YOUR ASSIGNMENT: Every line below that holds "period" must be copied.

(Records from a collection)
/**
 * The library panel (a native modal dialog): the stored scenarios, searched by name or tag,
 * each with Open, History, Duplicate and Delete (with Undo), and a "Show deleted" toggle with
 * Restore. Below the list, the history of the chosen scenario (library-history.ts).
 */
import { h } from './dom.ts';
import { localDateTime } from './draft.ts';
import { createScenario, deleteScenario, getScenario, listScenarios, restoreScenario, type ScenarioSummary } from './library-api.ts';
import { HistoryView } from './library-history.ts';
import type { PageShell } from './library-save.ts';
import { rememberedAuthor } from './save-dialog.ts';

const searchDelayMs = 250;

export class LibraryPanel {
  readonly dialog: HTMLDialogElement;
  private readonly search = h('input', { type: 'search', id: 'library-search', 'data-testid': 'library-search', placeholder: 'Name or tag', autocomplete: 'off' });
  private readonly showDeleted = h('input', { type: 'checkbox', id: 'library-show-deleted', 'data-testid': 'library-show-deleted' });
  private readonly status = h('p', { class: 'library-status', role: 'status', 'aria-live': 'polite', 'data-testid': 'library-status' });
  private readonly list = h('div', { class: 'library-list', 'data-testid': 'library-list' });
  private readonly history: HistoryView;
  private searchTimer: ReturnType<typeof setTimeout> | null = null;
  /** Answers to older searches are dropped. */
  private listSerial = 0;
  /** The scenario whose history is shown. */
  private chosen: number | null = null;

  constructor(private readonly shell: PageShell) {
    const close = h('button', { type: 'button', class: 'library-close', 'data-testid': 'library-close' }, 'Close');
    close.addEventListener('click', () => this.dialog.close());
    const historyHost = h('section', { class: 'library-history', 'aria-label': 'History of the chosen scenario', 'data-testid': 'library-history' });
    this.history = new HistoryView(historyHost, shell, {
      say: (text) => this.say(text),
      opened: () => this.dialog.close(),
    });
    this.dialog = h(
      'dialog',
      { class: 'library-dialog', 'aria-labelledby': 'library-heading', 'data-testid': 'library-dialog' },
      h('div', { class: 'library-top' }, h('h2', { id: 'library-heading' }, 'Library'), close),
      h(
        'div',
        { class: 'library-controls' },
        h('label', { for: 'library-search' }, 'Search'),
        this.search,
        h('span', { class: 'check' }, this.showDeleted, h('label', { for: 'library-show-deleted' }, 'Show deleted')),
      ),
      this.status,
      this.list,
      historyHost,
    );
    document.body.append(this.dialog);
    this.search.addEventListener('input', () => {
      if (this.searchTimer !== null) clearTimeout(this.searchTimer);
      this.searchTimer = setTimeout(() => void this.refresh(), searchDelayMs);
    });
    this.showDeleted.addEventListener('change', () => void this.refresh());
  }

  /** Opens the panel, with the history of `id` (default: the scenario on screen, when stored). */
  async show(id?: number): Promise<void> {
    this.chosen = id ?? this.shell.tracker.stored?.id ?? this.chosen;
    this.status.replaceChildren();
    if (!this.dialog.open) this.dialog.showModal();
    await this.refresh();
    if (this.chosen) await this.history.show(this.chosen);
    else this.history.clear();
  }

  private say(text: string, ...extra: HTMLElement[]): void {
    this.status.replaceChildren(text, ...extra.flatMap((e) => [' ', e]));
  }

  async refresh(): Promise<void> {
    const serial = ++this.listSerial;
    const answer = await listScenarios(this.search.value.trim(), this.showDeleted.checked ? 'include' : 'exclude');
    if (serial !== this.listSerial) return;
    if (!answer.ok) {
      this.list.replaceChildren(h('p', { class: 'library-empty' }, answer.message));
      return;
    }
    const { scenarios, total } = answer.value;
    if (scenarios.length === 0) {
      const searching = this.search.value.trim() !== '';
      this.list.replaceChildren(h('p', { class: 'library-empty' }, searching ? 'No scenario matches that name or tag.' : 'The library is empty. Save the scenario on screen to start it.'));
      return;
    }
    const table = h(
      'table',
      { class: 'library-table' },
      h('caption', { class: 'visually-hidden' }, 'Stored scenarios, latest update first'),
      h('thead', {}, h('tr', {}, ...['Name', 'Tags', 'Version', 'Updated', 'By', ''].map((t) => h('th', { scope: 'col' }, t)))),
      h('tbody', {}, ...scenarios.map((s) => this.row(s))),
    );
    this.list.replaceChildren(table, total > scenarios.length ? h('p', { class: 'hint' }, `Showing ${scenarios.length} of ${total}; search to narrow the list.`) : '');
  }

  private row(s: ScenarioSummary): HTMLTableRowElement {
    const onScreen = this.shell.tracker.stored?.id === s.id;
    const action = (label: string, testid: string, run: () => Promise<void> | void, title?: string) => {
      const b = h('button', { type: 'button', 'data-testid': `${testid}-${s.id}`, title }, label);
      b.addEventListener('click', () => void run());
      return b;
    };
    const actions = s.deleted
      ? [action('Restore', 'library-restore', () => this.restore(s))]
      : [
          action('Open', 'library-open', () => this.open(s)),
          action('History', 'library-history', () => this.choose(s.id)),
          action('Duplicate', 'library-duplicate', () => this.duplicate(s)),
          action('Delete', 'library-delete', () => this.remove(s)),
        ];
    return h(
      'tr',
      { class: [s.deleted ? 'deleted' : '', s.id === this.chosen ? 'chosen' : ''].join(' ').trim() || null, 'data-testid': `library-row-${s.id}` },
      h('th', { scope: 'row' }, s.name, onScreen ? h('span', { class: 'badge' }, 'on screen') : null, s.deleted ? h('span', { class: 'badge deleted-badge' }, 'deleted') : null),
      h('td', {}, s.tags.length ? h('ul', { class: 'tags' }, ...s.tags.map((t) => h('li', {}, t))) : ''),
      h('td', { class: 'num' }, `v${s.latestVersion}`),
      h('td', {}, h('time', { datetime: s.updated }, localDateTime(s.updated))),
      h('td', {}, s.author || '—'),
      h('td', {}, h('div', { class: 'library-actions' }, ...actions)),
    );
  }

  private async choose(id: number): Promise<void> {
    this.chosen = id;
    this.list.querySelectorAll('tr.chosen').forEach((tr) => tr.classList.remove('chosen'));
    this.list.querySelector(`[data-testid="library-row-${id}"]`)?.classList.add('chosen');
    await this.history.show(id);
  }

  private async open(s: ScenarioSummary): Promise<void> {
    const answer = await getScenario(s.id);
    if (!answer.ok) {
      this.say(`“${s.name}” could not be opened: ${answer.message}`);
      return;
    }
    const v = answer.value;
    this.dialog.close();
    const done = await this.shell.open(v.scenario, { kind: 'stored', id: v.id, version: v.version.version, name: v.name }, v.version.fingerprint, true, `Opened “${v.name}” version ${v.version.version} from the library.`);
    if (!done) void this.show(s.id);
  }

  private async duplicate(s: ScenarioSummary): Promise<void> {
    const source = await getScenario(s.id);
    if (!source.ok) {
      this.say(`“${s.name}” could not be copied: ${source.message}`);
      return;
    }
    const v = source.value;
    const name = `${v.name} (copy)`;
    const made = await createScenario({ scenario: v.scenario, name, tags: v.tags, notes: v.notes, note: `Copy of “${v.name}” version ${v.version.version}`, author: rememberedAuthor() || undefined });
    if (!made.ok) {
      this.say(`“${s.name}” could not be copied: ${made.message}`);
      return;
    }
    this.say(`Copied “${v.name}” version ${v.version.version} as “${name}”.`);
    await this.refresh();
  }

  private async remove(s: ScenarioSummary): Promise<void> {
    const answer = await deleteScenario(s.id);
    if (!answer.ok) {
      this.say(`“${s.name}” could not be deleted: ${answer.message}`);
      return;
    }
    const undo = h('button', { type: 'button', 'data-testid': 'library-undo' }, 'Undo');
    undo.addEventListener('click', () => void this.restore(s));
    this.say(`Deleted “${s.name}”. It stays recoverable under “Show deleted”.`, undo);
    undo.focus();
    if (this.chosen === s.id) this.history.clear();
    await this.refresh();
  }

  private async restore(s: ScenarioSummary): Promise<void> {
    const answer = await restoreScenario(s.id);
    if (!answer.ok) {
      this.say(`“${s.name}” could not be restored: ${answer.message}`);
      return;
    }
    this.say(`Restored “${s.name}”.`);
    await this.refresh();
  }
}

...

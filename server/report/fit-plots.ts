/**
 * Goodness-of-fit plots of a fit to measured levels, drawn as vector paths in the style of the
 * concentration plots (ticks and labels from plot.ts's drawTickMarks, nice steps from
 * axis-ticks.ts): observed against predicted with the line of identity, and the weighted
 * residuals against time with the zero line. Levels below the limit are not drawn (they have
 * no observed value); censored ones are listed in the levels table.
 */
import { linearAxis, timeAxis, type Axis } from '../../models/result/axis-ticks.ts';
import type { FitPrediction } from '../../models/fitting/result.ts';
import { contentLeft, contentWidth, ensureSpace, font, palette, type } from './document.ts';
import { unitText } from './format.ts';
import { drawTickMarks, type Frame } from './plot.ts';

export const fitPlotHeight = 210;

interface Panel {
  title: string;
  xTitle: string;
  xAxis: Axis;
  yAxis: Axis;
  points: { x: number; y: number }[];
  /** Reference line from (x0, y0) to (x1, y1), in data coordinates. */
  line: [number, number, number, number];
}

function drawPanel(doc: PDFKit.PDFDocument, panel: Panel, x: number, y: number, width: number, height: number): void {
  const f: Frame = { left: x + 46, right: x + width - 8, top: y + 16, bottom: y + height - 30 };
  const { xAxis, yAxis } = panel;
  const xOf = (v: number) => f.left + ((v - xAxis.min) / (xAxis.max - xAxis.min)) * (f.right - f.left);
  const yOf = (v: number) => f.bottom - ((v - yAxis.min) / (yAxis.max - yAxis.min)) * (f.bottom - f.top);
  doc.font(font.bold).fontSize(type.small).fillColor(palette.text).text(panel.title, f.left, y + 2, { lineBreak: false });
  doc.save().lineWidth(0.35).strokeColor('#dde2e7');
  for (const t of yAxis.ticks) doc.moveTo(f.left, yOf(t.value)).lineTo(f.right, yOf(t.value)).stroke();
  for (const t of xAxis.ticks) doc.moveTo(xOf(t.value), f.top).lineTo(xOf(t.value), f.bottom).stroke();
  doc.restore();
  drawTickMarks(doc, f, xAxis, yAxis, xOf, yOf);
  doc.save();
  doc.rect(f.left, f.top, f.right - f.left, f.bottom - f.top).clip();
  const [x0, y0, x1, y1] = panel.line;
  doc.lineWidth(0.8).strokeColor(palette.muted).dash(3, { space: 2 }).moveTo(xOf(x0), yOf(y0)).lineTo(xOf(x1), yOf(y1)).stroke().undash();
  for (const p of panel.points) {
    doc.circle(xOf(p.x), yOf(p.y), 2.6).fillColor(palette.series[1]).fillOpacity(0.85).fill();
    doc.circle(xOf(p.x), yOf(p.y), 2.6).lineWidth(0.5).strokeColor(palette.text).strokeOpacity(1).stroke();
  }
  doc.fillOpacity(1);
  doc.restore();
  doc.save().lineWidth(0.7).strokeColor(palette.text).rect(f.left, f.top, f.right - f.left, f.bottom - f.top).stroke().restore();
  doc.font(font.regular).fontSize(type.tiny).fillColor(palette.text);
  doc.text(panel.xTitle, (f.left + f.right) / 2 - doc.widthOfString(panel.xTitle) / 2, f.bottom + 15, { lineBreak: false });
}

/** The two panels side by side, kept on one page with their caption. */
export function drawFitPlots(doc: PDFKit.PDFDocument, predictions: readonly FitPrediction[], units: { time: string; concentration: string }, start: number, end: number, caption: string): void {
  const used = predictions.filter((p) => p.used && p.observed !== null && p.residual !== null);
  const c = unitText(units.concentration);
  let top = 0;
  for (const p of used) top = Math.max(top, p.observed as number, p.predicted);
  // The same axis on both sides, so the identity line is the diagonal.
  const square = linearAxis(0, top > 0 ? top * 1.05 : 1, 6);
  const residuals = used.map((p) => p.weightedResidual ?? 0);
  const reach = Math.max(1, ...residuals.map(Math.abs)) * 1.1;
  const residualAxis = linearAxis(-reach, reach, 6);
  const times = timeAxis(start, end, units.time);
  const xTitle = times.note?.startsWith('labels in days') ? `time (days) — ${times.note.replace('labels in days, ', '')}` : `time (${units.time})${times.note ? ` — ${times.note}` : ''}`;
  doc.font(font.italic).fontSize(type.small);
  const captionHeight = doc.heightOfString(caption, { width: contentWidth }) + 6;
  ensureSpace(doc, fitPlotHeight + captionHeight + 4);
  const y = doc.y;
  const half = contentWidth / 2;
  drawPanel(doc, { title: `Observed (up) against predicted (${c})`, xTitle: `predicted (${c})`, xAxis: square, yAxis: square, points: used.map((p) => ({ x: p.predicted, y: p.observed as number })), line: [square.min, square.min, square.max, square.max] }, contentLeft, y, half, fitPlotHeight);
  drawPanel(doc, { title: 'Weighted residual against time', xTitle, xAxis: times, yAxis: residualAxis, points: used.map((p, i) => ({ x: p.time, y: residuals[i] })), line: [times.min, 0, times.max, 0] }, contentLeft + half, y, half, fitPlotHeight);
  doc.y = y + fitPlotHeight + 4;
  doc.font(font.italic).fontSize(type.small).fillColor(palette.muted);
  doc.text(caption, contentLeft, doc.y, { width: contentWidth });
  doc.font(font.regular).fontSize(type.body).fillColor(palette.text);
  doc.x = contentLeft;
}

--

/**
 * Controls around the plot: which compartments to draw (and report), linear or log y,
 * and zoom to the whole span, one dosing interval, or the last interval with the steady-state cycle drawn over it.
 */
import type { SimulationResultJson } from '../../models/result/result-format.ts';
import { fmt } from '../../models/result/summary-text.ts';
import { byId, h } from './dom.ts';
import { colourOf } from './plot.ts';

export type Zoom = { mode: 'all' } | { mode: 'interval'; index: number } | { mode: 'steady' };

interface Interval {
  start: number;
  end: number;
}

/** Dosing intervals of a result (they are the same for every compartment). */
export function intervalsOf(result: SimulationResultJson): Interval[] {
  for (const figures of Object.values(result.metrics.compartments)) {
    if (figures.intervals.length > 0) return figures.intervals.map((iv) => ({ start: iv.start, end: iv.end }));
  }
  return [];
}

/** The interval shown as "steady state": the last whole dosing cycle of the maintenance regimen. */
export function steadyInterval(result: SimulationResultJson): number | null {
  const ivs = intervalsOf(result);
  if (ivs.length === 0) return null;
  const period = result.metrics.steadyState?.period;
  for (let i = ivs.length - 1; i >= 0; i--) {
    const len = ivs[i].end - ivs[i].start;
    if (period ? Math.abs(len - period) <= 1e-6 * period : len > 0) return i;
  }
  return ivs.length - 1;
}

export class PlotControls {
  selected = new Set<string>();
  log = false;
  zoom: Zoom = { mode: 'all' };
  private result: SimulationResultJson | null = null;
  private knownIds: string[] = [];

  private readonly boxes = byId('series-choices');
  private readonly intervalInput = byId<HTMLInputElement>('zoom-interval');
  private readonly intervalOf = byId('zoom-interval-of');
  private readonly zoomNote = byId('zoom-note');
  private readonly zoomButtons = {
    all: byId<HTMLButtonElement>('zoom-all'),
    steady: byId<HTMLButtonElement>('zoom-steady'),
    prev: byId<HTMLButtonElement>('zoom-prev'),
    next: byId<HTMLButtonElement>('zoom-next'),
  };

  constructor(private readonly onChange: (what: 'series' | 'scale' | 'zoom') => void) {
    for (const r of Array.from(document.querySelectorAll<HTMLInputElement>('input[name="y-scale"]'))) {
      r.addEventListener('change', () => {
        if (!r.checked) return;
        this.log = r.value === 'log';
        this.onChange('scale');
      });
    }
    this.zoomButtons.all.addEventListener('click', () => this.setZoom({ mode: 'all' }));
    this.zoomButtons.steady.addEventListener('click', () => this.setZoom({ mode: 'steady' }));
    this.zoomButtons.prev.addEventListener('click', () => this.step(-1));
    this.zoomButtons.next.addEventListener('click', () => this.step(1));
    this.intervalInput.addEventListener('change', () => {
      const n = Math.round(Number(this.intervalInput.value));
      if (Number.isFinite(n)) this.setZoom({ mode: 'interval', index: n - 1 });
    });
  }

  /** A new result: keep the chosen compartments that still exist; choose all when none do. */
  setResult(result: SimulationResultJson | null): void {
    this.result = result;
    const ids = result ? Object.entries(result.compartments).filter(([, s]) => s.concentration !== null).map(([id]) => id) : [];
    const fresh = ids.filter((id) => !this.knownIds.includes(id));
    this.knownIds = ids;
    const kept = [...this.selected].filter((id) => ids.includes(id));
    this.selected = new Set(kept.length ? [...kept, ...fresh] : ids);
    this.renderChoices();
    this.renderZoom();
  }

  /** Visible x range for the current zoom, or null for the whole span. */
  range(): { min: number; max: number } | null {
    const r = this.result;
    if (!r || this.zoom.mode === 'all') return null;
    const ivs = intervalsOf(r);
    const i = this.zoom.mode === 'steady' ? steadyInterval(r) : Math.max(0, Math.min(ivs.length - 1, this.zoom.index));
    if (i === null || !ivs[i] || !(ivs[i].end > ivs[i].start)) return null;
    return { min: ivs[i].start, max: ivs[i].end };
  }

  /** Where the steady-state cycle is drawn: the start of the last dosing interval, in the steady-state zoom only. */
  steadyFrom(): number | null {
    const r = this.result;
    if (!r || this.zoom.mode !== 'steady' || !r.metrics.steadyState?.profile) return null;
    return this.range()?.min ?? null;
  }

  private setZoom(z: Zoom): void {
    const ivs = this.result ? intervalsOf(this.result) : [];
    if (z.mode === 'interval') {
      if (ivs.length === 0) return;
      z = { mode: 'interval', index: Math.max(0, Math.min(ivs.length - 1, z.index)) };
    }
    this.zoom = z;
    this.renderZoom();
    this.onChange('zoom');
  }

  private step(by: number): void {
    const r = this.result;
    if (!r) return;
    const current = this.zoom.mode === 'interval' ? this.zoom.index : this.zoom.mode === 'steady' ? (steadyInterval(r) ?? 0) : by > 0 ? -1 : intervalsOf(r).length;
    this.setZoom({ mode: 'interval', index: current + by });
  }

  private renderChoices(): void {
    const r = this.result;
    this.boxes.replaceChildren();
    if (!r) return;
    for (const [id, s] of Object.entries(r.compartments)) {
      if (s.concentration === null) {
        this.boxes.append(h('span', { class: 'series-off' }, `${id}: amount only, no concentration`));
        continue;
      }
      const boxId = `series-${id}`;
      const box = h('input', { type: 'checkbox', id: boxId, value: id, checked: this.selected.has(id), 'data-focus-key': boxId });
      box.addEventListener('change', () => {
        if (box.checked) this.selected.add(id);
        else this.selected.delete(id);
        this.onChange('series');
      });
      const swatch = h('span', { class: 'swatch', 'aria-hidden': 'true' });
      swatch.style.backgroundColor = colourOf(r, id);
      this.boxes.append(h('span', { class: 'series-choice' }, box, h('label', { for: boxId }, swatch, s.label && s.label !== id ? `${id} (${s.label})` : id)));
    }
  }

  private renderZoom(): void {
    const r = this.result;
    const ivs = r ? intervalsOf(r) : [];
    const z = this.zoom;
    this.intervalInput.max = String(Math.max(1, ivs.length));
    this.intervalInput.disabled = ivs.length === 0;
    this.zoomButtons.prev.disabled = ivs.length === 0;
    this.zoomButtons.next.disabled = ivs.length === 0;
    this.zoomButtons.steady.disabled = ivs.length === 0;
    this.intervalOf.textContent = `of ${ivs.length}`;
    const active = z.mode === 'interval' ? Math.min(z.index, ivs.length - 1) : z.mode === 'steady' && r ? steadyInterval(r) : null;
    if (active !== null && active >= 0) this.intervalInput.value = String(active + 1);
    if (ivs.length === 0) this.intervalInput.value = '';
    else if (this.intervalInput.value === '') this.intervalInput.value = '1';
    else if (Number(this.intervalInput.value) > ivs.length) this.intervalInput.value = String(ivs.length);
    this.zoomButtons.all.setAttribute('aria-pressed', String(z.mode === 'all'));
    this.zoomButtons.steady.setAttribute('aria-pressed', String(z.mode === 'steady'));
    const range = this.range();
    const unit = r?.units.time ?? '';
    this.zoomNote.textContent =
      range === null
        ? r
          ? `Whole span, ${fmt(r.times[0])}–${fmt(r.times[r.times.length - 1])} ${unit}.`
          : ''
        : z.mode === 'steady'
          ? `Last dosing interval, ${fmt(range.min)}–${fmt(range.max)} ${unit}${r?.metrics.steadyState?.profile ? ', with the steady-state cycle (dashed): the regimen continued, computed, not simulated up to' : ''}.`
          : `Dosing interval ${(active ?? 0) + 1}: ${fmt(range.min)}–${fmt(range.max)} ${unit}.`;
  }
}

SOLVED PROBLEM:
  const period = result.metrics.steadyState?.period;
    if (period ? Math.abs(len - period) <= 1e-6 * period : len > 0) return i;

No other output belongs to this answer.